Input>
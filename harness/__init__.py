"""rdcheck harness: case files, the model layer, predictions, runs, stores, reports and the CLI.

Everything the command line does is callable from Python::

    from harness import load_case, build_model, predict_case
    case = load_case("cases/demo_1d_membrane_switch.toml", ["s=0.3"])
    points = predict_case(case, build_model(case))
"""

from __future__ import annotations

__version__ = "0.1.0"

from .case import Case, load_case  # noqa: E402
from .errors import CaseError, InputError  # noqa: E402
from .kinetics import Kinetics, conserved_basis, reduced_eigenvalues  # noqa: E402
from .linear import linear_analysis  # noqa: E402
from .model import Model, build_model  # noqa: E402
from .predict import predict_case, prediction_json  # noqa: E402
from .simulate import Start, simulate  # noqa: E402
from .spike import spike_analysis  # noqa: E402

__all__ = [
    "Case", "CaseError", "InputError", "Kinetics", "Model", "Start", "__version__", "build_model",
    "conserved_basis", "linear_analysis", "load_case", "predict_case", "prediction_json", "reduced_eigenvalues",
    "simulate", "spike_analysis",
]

Task>
In the answer, every line above should be retyped exactly.

Exercise result>
filename harness/__init__.py
"""rdcheck harness: case files, the model layer, predictions, runs, stores, reports and the CLI.

Everything the command line does is callable from Python::

    from harness import load_case, build_model, predict_case
    case = load_case("cases/demo_1d_membrane_switch.toml", ["s=0.3"])
    points = predict_case(case, build_model(case))
"""

from __future__ import annotations

__version__ = "0.1.0"

from .case import Case, load_case  # noqa: E402
from .errors import CaseError, InputError  # noqa: E402
from .kinetics import Kinetics, conserved_basis, reduced_eigenvalues  # noqa: E402
from .linear import linear_analysis  # noqa: E402
from .model import Model, build_model  # noqa: E402
from .predict import predict_case, prediction_json  # noqa: E402
from .simulate import Start, simulate  # noqa: E402
from .spike import spike_analysis  # noqa: E402

__all__ = [
    "Case", "CaseError", "InputError", "Kinetics", "Model", "Start", "__version__", "build_model",
    "conserved_basis", "linear_analysis", "load_case", "predict_case", "prediction_json", "reduced_eigenvalues",
    "simulate", "spike_analysis",
]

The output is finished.